J Surg Educ. 2011 Mar-Apr;68(2), p121-5.
INTRODUCTION: Virtual reality simulators contribute to basic laparoscopic skill acquisition. These trainers have not yet been shown to contribute to the acquisition of more advanced laparoscopic skills as measured by the Fundamentals of Laparoscopic Surgery (FLS). We have customized novel basic and advanced curricula for the LapSim trainer (Surgical Science, Göteborg, Sweden). Successful completion of these programs is required of our residents. We hypothesize that the successful completion of our advanced curriculum will result in the significant improvement of our residents’ advanced laparoscopic skills as measured by the FLS skills scores.

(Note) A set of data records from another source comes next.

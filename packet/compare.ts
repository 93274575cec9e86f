/**
 * Before/after: two designs (the base vehicle and the converted one, or two options) evaluated side by side.
 * Gives the curves of both overlaid as a plotly spec, the per-load-state figures and the check verdicts
 * next to each other, and the field-level differences of the inputs.
 */
import { type DesignFile, designDiff, type EvaluationResult } from '../core/index.ts';
import type { CompareCheckRow, CompareRow, Comparison } from '../report/compare.ts';

export type { CompareCheckRow, CompareRow, Comparison };
import * as F from '../report/format.ts';
import { FIRST_AXLE_LABELS } from '../report/labels.ts';
import { checkRows } from './packet-content.ts';

export interface CompareSide {
  label: string;
  revision: string;
  design: DesignFile;
  result: EvaluationResult;
}

/** Plotly reads a few HTML-like tags in labels: write < > & as entities. */
function plotText(s: string): string {
  return s.replace(/&/g, '&amp;').replace(/</g, '&lt;').replace(/>/g, '&gt;');
}

const STATE_COLOURS = ['#0072B2', '#D55E00', '#009E73', '#CC79A7', '#E69F00', '#56B4E9', '#000000', '#999999'];

export function compareChart(a: CompareSide, b: CompareSide): Comparison['chart'] {
  const data: unknown[] = [];
  const ids = [...new Set([...a.result.load_states.map((s) => s.id), ...b.result.load_states.map((s) => s.id)])];
  for (const [side, dash] of [[a, 'solid'], [b, 'dash']] as const) {
    for (const s of side.result.load_states) {
      const c = s.curves;
      if (!c) continue;
      const colour = STATE_COLOURS[ids.indexOf(s.id) % STATE_COLOURS.length];
      for (const [axle, ys, width] of [['front', c.front_utilisation, 2], ['rear', c.rear_utilisation, 1.2]] as const) {
        data.push({
          type: 'scatter',
          mode: 'lines',
          name: plotText(`${side.label}: ${s.id} ${axle}`),
          x: c.braking_rate,
          y: ys,
          line: { color: colour, dash, width },
        });
      }
    }
  }
  data.push({ type: 'scatter', mode: 'lines', name: 'ideal f = z', x: [0, 1], y: [0, 1], line: { color: '#444', dash: 'dot', width: 1 } });
  return {
    data,
    layout: {
      title: { text: plotText(`Adhesion utilisation: ${a.label} (solid) and ${b.label} (dashed)`) },
      xaxis: { title: { text: 'braking rate z' }, range: [0, 1] },
      yaxis: { title: { text: 'adhesion utilised f' }, range: [0, 1.2] },
      legend: { orientation: 'h' },
      margin: { t: 40, r: 10, b: 40, l: 50 },
    },
  };
}

export function compare(a: CompareSide, b: CompareSide): Comparison {
  const states: CompareRow[] = [];
  const ids = [...new Set([...a.result.load_states.map((s) => s.id), ...b.result.load_states.map((s) => s.id)])];
  for (const id of ids) {
    const sa = a.result.load_states.find((s) => s.id === id);
    const sb = b.result.load_states.find((s) => s.id === id);
    const rows: [string, (s: NonNullable<typeof sa>) => string][] = [
      ['mass', (s) => F.mass(s.mass_kg, 'metric')],
      ['front axle load', (s) => F.mass(s.front_axle_kg, 'metric')],
      ['CG height', (s) => F.length(s.cg_height_m, 'metric')],
      ['critical braking rate', (s) => (s.critical_braking_rate === null ? 'none' : F.brakingRate(s.critical_braking_rate))],
      ['lowest braking efficiency', (s) => (s.lowest_efficiency ? `${F.efficiency(s.lowest_efficiency.efficiency)} at k = ${F.adhesion(s.lowest_efficiency.adhesion)}` : F.DASH)],
      ['axle locking first (per k)', (s) => s.lock.map((l) => `${F.adhesion(l.adhesion)}: ${FIRST_AXLE_LABELS[l.first_axle]}`).join(', ')],
      ['installed front share at low pressure', (s) => F.percentOfRatio(s.front_share_low_pressure)],
    ];
    for (const [q, f] of rows) {
      const va = sa ? f(sa) : '(no such load state)';
      const vb = sb ? f(sb) : '(no such load state)';
      states.push({ load_state: id, quantity: q, a: va, b: vb, changed: va !== vb });
    }
  }
  const ca = checkRows(a.result);
  const cb = checkRows(b.result);
  const key = (r: { requirement: string; where: string }) => `${r.requirement}\u0000${r.where}`;
  const keys = [...new Set([...ca.map(key), ...cb.map(key)])];
  const checks = keys.map((k) => {
    const ra = ca.find((r) => key(r) === k);
    const rb = cb.find((r) => key(r) === k);
    const any = (ra ?? rb)!;
    const row: CompareCheckRow = {
      rule: any.requirement,
      load_state: any.where,
      a_verdict: ra?.verdict ?? '(not checked)',
      a_margin: ra?.margin ?? '',
      b_verdict: rb?.verdict ?? '(not checked)',
      b_margin: rb?.margin ?? '',
      changed: false,
    };
    row.changed = row.a_verdict !== row.b_verdict;
    return row;
  });
  return {
    a: { label: a.label, revision: a.revision, design_name: a.design.name },
    b: { label: b.label, revision: b.revision, design_name: b.design.name },
    states,
    checks,
    diff: designDiff(a.design, b.design),
    chart: compareChart(a, b),
  };
}
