/**
 * Exports as text: the design file (JSON), the curves per load state (CSV) and the check results (CSV).
 * Pure functions of their inputs. CSV follows RFC 4180 (comma, CRLF, fields with comma, quote or line
 * break quoted, quotes doubled); cells a spreadsheet would run as a formula (=, +, -, @ first) get a
 * leading apostrophe when they are text, not numbers.
 */
import { type DesignFile, type EvaluationResult, VERIFY_NOTE } from '../core/index.ts';

export function csvCell(v: unknown): string {
  if (v === null || v === undefined) return '';
  if (typeof v === 'number') return Number.isFinite(v) ? String(v) : '';
  let s = typeof v === 'string' ? v : typeof v === 'boolean' ? String(v) : JSON.stringify(v);
  if (/^[=+\-@\t\r]/.test(s) && !/^[-+]?\d/.test(s)) s = `'${s}`;
  return /[",\r\n]/.test(s) ? `"${s.replace(/"/g, '""')}"` : s;
}

export function csv(header: readonly string[], rows: readonly (readonly unknown[])[]): string {
  return [header, ...rows].map((r) => r.map(csvCell).join(',')).join('\r\n') + '\r\n';
}

/** The design file as saved: two-space JSON with a final newline. */
export function designJson(design: DesignFile): string {
  return `${JSON.stringify(design, null, 2)}\n`;
}

export const CURVE_COLUMNS = [
  'load_state', 'braking_rate', 'front_utilisation', 'rear_utilisation', 'front_force_per_weight', 'rear_force_per_weight',
  'ideal_front_per_weight', 'ideal_rear_per_weight', 'front_pressure_bar', 'rear_pressure_bar', 'pedal_force_n',
] as const;

/** Curves of every load state, one row per braking rate; needs evaluate(design, { curves: true }). */
export function curvesCsv(result: EvaluationResult): string {
  const rows: unknown[][] = [];
  for (const s of result.load_states) {
    const c = s.curves;
    if (!c) continue;
    c.braking_rate.forEach((z, i) => {
      rows.push([
        s.id, z, c.front_utilisation[i], c.rear_utilisation[i], c.front_force_per_weight[i], c.rear_force_per_weight[i],
        c.ideal_front_per_weight[i], c.ideal_rear_per_weight[i], c.front_pressure_bar[i], c.rear_pressure_bar[i], c.pedal_force_n[i],
      ]);
    });
  }
  return csv(CURVE_COLUMNS, rows);
}

export const CHECK_COLUMNS = [
  'rule', 'load_state', 'passed', 'worst_margin', 'worst_at_braking_rate', 'failing_ranges', 'source', 'status', 'note',
] as const;

/** The check results, one row per check; [P]/[M] rows carry the verify note. */
export function checksCsv(result: EvaluationResult): string {
  const rows = (Array.isArray(result.checks) ? result.checks : []).map((raw) => {
    const c = (raw ?? {}) as unknown as Record<string, unknown>;
    const status = typeof c.status === 'string' ? c.status : '';
    const ranges = Array.isArray(c.failing_ranges)
      ? (c.failing_ranges as unknown[]).map((r) => (Array.isArray(r) ? `${r[0]}-${r[1]}` : String(r))).join(' ')
      : '';
    const src = c.source;
    const source = typeof src === 'string' ? src : src && typeof src === 'object' ? Object.values(src).join(', ') : '';
    return [
      c.rule ?? c.id, c.load_state, c.passed, c.worst_margin, c.worst_at_braking_rate, ranges, source, status,
      /^(partial|memory|p|m)$/i.test(status) ? VERIFY_NOTE : '',
    ];
  });
  return csv(CHECK_COLUMNS, rows);
}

METHODS: In all, 23 surgical residents (PGY 1-4), who had already passed our basic skills curriculum, completed our advanced LapSim curriculum. All individuals underwent FLS skills testing before and after completing the training. Laparoscopic case experience during the training period was documented for all trainees. FLS scores were analyzed by t test and controlled for case experience.

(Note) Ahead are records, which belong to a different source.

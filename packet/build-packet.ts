/**
 * One design → its evaluation (with curves) → the packet PDF. The CLI and the page both come here, so
 * the packet for a revision always has the numbers the page and `lockstep evaluate` show for it.
 */
import { type DesignFile, evaluate, type EvaluationResult, readDesign, type Warning } from '../core/index.ts';
import { revisionId } from '../store/revision-id.ts';
import { packetPdf } from './packet-pdf.ts';

/** The evaluation the packet prints (curves included for the charts). */
export function evaluateForPacket(design: DesignFile, warnings: Warning[] = [], rules?: readonly string[]): EvaluationResult {
  return evaluate(design, { curves: true, warnings, ...(rules ? { rules } : {}) });
}

/** A stored design's warnings, as `lockstep evaluate` shows them for the same file. */
export function warningsOf(design: DesignFile): Warning[] {
  const r = readDesign(design);
  return r.ok ? r.warnings : [];
}

export async function buildPacket(
  design: DesignFile,
  opts: { date: Date; warnings?: Warning[]; rules?: readonly string[]; saved?: boolean },
): Promise<{ pdf: Buffer; revisionId: string; result: EvaluationResult }> {
  const result = evaluateForPacket(design, opts.warnings, opts.rules);
  const rev = revisionId(design);
  // only a saved revision prints its id; a draft is marked as such on every page
  const pdf = await packetPdf({ design, result, revisionId: opts.saved ? rev : null, date: opts.date });
  return { pdf, revisionId: rev, result };
}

RESULTS: Posttraining FLS scores demonstrate a significant increase for all residents from a mean of 57-66 (p < 0.02), especially for seniors (PGY 3-4): 56-68 (p < 0.01). The operative laparoscopic case volume ranged from 1-90 (mean, 30) for juniors (PGY 1-2) and 12-76 (mean 50) for seniors during the training period. Junior resident FLS improvement was dependent on case volume during the period of training; residents with less than 30 cases had a mean improvement of 0, whereas those with at least 30 cases had a 15 point improvement (p < 0.01). Senior resident FLS score improvement was independent of case numbers during the training period.
CONCLUSIONS: Completion of our advanced LapSim curriculum results in improved advanced laparoscopic skills in senior residents as measured by FLS scores. This skill improvement is independent of laparoscopic case experience. Continuing to mandate the use of this skills curriculum should improve our residents’ performance in advanced laparoscopic surgical procedures.